Frozen shoulder syndrome (FSS) is a common condition among middle-aged adults, especially women. The condition occurs when the capsule around the shoulder joint tightens and thickens, restricting the range of motion in the ligaments, bones, and tendons of the shoulder. This “freezing” develops gradually over time, and can cause significant pain and sleep disturbances.
Studies show that chiropractic spinal adjustments and exercise therapy can ease symptoms in patients with frozen shoulder syndrome. One recent study evaluated the effects of manipulation under anesthesia, combined with additional exercise therapy, in treating FSS.
Manipulation under anesthesia (MUA) is a non-invasive procedure involving spinal adjustments and soft-tissue therapies performed by a chiropractor or qualified physician. Like any type of chiropractic spinal adjustment, MUA is considered a safe, effective way to alleviate joint and spinal pain.
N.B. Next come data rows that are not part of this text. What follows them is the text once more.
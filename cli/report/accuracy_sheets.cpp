// SPDX-License-Identifier: MIT
#include "cli/report/accuracy_words.hpp"
#include "layout/chart/accuracy_chart.hpp"
#include "layout/sheet/flow.hpp"

#include <algorithm>

namespace dialwright::cli {
namespace {

void put_chart(layout::Flow& flow, const FaceAccuracy& face) {
    layout::AccuracyChartPlan plan;
    plan.seasons = {"June solstice", "equinox", "December solstice"};
    plan.width_mm = flow.width();
    plan.height_mm = std::min(0.45 * flow.width(), 85.0);
    if (!face.supported.empty())
        plan.supported_min = face.supported.front().minutes;
    for (std::size_t i = 0; i < face.lines.size(); ++i) {
        layout::AccuracyChartPlan::Hour hour{face.labels[i], {}};
        for (std::size_t season = 0; season < 3; ++season)
            if (const auto& cell = face.lines[i].at[season])
                hour.minutes[season] = cell->total_min;
        if (face.lines[i].worst_min() > 0)
            plan.hours.push_back(std::move(hour));
    }
    if (plan.hours.empty())
        return;
    const layout::AccuracyChart chart = layout::accuracy_chart(plan);
    flow.need(chart.box.height_mm() + 2);
    flow.space(chart.box.height_mm() + 1);
    const layout::Placing placing{{}, {flow.left(), flow.y()}, 1.0, 1.0, false};
    for (const layout::Mark& mark : chart.marks)
        flow.sheet().furniture.push_back(placing(mark));
    for (layout::Note note : chart.notes) {
        note.at = placing(note.at);
        flow.sheet().notes.push_back(std::move(note));
    }
}

} // namespace

std::vector<layout::Sheet> accuracy_sheets(const Commission& commission, const std::vector<FaceAccuracy>& faces,
                                           const layout::PrintOptions& options) {
    std::vector<layout::Sheet> sheets;
    for (std::size_t i = 0; i < faces.size(); ++i) {
        const std::string& name = commission.plans[i].spec.name;
        const std::string title = "How good it will be" + (name.empty() ? "" : ", " + name);
        layout::Flow flow{options, title};
        flow.paragraph(title, "", true, 4.6);
        flow.space(1);
        const auto words = accuracy_words(commission, faces[i]);
        for (std::size_t k = 0; k < words.size(); ++k)
            flow.paragraph(words[k], "", k == 0);
        flow.space(2);
        put_chart(flow, faces[i]);
        flow.space(2);
        flow.paragraph("Minutes of error of each hour line: all slips by squares at the three seasons, then each slip "
                       "at the hour's worst season.",
                       "", false, 2.5);
        flow.table(accuracy_columns(faces[i]), accuracy_rows(faces[i]), 2.0);
        flow.space(1);
        flow.paragraph(k_accuracy_note, "", false, 2.5);
        for (layout::Sheet& sheet : flow.sheets())
            sheets.push_back(std::move(sheet));
    }
    return sheets;
}

} // namespace dialwright::cli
The study included 18 patients with FSS who received one session of MUA, along with additional exercise therapies. Researchers compared active range of motion and isometric maximal voluntary contraction of the muscles in the affected and unaffected shoulders. Range of motion was evaluated during shoulder flexion, adduction, and internal and external rotation. One month after treatment, the patients had a 27-37% improvement in active range of motion in all movements. Six months later, these improvements were sustained for adduction and internal rotation, but not for external rotation or flexion. Still, the patients had significant reductions in pain scores at both the one-month and six-month follow-ups.
Before MUA, patients average daytime pain score was 6.1 and nighttime pain score was 6.1. After MUA, the average pain score was 0.8 by day and 1.6 by night. Patients also had substantial improvements in isometric shoulder strength.
These findings add to earlier research demonstrating the safety and effectiveness of chiropractic treatments for frozen shoulder syndrome.
Sokk J, et al. Shoulder muscle isometric strength and active range of motion in patients with frozen shoulder after manipulation under anesthesia 2013; Clinical Investigations 2012; 48(7): 331-7.